→ DATA FOR REVIEW
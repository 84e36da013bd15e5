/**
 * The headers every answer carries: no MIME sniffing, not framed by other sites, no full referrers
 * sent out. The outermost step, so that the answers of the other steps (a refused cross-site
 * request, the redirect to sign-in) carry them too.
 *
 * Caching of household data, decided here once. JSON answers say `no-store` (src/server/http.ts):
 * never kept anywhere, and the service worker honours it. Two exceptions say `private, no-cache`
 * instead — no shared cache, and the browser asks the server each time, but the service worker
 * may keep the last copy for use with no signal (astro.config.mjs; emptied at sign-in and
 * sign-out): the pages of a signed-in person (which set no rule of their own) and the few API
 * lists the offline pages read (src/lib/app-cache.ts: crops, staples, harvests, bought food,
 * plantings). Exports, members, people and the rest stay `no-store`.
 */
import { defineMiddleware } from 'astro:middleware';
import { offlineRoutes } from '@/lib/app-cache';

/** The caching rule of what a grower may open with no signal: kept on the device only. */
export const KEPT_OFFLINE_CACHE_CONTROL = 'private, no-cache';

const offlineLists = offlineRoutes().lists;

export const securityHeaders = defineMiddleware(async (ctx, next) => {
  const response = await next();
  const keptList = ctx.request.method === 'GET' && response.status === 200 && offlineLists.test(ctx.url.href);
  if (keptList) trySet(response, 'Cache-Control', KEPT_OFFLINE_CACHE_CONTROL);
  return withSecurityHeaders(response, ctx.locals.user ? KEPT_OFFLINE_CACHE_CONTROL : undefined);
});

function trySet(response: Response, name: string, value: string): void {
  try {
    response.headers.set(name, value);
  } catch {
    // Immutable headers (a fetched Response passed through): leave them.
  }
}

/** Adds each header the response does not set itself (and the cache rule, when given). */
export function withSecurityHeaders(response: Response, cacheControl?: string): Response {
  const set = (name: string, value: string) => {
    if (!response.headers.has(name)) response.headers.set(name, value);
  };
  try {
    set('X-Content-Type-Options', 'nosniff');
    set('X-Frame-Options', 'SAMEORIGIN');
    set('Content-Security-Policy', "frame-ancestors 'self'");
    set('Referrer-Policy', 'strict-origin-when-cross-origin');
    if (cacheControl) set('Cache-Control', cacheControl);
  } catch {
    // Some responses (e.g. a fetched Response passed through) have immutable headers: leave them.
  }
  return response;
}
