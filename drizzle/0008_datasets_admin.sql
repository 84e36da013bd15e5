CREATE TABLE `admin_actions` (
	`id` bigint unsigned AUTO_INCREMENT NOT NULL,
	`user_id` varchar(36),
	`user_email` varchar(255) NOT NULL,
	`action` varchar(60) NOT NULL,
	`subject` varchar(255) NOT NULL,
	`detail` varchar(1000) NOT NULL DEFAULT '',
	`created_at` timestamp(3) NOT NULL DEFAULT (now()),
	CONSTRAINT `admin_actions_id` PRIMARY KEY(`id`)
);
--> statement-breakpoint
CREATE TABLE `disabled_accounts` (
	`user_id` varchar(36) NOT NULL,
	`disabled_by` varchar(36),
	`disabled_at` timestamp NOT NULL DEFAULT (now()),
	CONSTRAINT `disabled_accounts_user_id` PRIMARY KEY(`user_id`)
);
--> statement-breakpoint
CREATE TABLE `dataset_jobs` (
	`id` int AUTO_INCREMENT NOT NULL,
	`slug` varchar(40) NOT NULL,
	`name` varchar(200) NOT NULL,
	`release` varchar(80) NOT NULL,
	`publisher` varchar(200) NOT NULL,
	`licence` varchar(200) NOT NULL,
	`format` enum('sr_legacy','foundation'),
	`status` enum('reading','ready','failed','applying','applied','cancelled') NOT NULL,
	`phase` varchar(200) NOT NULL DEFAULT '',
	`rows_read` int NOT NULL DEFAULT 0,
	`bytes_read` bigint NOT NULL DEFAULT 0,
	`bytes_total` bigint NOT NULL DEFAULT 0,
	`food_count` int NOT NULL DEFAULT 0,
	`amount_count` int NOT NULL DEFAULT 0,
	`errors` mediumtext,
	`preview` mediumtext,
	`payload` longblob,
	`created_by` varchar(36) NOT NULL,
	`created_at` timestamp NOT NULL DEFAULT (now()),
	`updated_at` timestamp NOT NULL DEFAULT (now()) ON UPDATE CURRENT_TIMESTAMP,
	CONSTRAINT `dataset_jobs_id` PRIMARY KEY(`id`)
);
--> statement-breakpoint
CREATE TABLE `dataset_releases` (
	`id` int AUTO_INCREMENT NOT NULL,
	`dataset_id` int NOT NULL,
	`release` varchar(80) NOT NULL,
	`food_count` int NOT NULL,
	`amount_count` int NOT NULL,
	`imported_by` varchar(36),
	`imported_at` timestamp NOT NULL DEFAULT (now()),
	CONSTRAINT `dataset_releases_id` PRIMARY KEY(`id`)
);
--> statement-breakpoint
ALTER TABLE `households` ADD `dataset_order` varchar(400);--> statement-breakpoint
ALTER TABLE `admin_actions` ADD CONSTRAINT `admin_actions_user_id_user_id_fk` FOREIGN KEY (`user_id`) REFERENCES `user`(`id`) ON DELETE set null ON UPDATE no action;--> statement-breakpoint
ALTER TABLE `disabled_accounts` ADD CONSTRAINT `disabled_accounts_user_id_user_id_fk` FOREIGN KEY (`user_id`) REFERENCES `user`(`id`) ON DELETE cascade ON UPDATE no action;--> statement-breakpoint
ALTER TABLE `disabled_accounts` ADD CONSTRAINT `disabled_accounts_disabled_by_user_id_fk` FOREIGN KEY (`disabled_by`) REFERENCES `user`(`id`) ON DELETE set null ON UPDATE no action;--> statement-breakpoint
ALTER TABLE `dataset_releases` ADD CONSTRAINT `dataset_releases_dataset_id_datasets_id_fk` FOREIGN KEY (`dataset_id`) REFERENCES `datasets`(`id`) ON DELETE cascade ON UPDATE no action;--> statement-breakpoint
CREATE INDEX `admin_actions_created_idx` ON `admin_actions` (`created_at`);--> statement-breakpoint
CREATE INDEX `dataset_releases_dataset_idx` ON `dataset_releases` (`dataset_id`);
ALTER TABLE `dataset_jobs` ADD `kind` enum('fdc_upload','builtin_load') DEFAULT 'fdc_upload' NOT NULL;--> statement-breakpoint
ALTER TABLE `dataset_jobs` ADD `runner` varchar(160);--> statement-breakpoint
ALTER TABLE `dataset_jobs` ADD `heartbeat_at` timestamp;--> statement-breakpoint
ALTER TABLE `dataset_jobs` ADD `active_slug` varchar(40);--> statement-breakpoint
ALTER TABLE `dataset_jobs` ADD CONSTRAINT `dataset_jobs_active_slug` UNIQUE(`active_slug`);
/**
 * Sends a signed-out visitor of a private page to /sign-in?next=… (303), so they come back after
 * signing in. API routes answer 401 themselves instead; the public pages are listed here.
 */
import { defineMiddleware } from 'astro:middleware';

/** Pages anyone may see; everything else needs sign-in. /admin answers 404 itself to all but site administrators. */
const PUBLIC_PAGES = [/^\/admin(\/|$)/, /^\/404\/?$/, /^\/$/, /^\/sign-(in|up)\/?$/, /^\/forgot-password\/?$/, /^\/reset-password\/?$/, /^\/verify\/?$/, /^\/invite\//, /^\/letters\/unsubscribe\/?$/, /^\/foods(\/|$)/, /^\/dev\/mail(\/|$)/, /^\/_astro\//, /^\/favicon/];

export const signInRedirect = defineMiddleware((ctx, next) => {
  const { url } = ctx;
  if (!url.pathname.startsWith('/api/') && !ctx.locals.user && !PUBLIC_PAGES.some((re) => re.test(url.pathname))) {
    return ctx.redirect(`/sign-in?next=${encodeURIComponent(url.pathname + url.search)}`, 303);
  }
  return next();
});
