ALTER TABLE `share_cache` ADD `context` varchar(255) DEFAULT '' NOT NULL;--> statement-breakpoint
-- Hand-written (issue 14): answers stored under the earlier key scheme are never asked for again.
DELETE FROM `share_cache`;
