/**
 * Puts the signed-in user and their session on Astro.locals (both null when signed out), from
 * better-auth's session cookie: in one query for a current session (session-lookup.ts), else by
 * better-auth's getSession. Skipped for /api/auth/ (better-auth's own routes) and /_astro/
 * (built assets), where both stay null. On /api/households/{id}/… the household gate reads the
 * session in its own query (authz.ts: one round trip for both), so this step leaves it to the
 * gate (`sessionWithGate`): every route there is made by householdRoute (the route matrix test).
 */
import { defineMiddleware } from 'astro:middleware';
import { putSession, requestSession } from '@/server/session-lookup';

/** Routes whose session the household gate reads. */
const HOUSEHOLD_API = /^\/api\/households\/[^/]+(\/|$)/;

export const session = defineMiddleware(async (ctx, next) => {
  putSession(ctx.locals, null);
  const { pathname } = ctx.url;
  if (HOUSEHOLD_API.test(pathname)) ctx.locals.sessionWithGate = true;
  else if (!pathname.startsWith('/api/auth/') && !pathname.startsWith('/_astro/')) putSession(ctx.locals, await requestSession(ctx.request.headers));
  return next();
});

* * *

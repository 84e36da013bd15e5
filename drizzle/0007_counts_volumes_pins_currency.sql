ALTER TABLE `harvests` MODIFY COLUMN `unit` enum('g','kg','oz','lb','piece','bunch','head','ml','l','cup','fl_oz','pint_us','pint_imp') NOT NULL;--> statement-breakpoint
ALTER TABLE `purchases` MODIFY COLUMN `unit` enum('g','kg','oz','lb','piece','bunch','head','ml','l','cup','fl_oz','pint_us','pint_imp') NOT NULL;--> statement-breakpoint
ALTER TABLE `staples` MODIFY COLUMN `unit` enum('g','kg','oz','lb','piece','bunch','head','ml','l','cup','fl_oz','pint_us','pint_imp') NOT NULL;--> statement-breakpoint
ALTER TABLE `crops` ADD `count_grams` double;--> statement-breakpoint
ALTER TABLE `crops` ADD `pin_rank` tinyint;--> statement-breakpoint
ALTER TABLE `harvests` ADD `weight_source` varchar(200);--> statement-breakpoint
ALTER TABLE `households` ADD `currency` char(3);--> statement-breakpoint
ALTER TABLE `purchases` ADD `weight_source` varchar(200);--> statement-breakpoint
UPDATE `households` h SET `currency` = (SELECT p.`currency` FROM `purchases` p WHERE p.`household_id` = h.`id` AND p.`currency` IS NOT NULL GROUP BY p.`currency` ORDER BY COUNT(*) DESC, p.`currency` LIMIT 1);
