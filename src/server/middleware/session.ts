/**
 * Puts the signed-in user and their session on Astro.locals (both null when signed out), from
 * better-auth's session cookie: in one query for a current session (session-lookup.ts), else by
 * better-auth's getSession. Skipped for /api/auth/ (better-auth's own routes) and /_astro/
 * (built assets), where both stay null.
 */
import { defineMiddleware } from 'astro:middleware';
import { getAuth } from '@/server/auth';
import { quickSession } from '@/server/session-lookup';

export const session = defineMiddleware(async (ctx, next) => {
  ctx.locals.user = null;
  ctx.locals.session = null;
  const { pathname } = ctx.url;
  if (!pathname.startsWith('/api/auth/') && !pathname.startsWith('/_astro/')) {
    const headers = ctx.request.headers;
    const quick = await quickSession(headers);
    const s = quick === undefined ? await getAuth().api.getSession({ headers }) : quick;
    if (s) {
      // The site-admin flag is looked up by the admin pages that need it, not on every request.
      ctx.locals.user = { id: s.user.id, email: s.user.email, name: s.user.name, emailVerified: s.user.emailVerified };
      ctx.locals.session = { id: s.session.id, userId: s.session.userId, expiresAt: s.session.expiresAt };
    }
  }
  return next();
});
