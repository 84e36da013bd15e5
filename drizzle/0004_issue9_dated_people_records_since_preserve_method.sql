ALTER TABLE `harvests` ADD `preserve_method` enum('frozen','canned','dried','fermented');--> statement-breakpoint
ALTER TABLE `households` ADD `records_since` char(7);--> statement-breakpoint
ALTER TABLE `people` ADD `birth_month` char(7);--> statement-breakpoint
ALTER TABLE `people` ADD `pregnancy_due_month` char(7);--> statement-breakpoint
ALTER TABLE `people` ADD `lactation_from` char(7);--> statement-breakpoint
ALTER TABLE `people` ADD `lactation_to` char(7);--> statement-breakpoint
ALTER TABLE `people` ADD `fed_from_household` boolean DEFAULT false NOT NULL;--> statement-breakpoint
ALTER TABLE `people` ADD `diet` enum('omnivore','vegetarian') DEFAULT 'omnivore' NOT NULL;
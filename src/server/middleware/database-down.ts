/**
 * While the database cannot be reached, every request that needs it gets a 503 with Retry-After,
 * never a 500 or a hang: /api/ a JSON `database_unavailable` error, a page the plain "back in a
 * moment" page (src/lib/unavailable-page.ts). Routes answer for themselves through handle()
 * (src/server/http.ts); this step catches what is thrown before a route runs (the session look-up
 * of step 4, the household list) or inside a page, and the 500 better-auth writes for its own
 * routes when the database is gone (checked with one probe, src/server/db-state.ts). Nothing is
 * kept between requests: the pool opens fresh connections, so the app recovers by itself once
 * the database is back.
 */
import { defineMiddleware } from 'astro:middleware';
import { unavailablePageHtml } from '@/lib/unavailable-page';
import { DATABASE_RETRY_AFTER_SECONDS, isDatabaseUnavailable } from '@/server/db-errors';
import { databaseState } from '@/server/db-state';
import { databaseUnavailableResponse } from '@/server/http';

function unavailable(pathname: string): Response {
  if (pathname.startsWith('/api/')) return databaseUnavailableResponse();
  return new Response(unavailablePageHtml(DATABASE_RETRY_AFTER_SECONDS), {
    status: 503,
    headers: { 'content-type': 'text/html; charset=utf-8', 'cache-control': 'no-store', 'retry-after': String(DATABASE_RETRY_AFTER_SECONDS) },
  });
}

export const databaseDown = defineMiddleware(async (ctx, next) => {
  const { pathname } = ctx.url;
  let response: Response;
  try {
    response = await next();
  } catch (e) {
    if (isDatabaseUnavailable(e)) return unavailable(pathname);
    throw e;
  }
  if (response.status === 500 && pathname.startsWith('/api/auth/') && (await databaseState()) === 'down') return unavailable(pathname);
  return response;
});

→ ACTIVITY
For the string "bigint", go line by line through the material and copy every line that has it.

→ ANSWER TO THIS EXERCISE
	`id` bigint unsigned AUTO_INCREMENT NOT NULL,
	`bytes_read` bigint NOT NULL DEFAULT 0,
	`bytes_total` bigint NOT NULL DEFAULT 0,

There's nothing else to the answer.